"""What is said of settings that do not go together."""

from collections.abc import Callable

import pytest

Faults = Callable[..., list[str]]

STREAMS = '[source.streams]\nshape = "calendar"\ninterval = "day"\nabsent = "zero"\n'
FIELDS = '[source.fields]\nat = "day"\ncount = "plays"\n'
SPLIT = FIELDS + 'split = "show"\n'
HEAD = '[[source]]\nname = "plays"\nkind = "csv"\npath = "counts.csv"\n'
GOOD = HEAD + FIELDS + STREAMS
FILE = "knickpoint.toml: "
PLAYS = FILE + 'source[1] "plays" . '


CLASHES = {
    "release without its id": (
        HEAD + FIELDS + '[source.streams]\nshape = "release"\nfinal = "7d"\n',
        PLAYS + 'fields . release: needed a place of the release\'s id, for shape = "release"; got nothing.',
    ),
    "two places": (
        HEAD + 'address = "https://counts.example/"\n' + FIELDS + STREAMS,
        PLAYS + "path: needed either a path or an address; got both.",
    ),
    "no place": (
        GOOD.replace('path = "counts.csv"\n', ""),
        PLAYS + "path: needed either a path or an address; got neither.",
    ),
    "the same name": (
        GOOD + GOOD,
        FILE
        + 'source[2] "plays" . name: needed a name that no other source has; got the name of an earlier one.',
    ),
    "lasting beyond window": (
        "[judgement]\nlasting = 41\n" + GOOD,
        FILE + "judgement . lasting: needed lasting to be at most the window; got lasting 41 with window 40.",
    ),
    "lasting beyond the window further up": (
        "[judgement]\nwindow = 10\n"
        + HEAD
        + SPLIT
        + STREAMS
        + '[source.stream."Evening Walks".judgement]\nlasting = 11\n',
        PLAYS + 'stream . "Evening Walks" . judgement . lasting: needed lasting to be at most the window; '
        "got lasting 11 with window 10.",
    ),
    "gap shape beyond mean": (
        GOOD + "[source.streams.model]\nmean_gap = 1.5\n",
        PLAYS + "streams . model . mean_gap: needed gap_shape to be at most mean_gap; "
        "got gap_shape 2 with mean_gap 1.5.",
    ),
    "leave_out without split": (
        HEAD + 'leave_out = ["Trailers"]\n' + FIELDS + STREAMS,
        PLAYS
        + "leave_out: needed fields . split, which says whose a row is; got split values without a split.",
    ),
    "left out and changed": (
        HEAD + 'leave_out = ["Trailers"]\n' + SPLIT + STREAMS + "[source.stream.Trailers]\n",
        PLAYS + "stream . Trailers: needed a split value that is not left out; got one of leave_out.",
    ),
    "title of a split without a split": (
        GOOD + 'title = "{split}"\n',
        PLAYS
        + "streams . title: needed fields . split, which says whose a row is; got {split} without a split.",
    ),
    "anchor without days": (
        GOOD + "anchor = 2026-03-02\n",
        PLAYS + 'streams . anchor: needed none, or an interval such as "14 days"; '
        'got an anchor for interval = "day".',
    ),
    "slate that nobody has": (
        GOOD + 'slate = "Lampwick House"\n[[outlet]]\nname = "desk"\nkind = "webhook"\n'
        'address = { env = "A" }\nsecret = { env = "S" }\nslates = ["Lampwick Hose"]\n',
        FILE + 'outlet[1] "desk" . slates[1]: needed a slate that a source names: Lampwick House; '
        'got "Lampwick Hose". Did you mean "Lampwick House"?',
    ),
}
ENVIRON = {"A": "https://desk.example/in", "S": "whsec_" + "A" * 32}


@pytest.mark.parametrize(("text", "line"), CLASHES.values(), ids=CLASHES)
def test_what_does_not_go_together_is_one_fault(faults: Faults, text: str, line: str) -> None:
    assert faults(text, ENVIRON) == [line]


def test_a_faulty_value_hides_no_clash(faults: Faults) -> None:
    lines = faults("[judgement]\nlasting = 41\nthreshold = 7\n" + GOOD + GOOD, ENVIRON)
    assert [line.removeprefix(FILE).partition(": ")[0] for line in lines] == [
        "judgement . threshold",
        'source[2] "plays" . name',
        "judgement . lasting",
    ]


def test_a_changed_window_that_still_holds_lasting_is_no_fault(load: Callable[[str], object]) -> None:
    more = (
        '[source.streams.judgement]\nwindow = 50\n[source.stream."Evening Walks".judgement]\nlasting = 50\n'
    )
    assert load(HEAD + SPLIT + STREAMS + more)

* **What to produce**
Beginning with the first line of the entries, repeat each line exactly until you have reproduced the one containing "HEAD = '[[source]]\nname", and add nothing further.

* **Completed exercise**
"""What is said of settings that do not go together."""

from collections.abc import Callable

import pytest

Faults = Callable[..., list[str]]

STREAMS = '[source.streams]\nshape = "calendar"\ninterval = "day"\nabsent = "zero"\n'
FIELDS = '[source.fields]\nat = "day"\ncount = "plays"\n'
SPLIT = FIELDS + 'split = "show"\n'
HEAD = '[[source]]\nname = "plays"\nkind = "csv"\npath = "counts.csv"\n'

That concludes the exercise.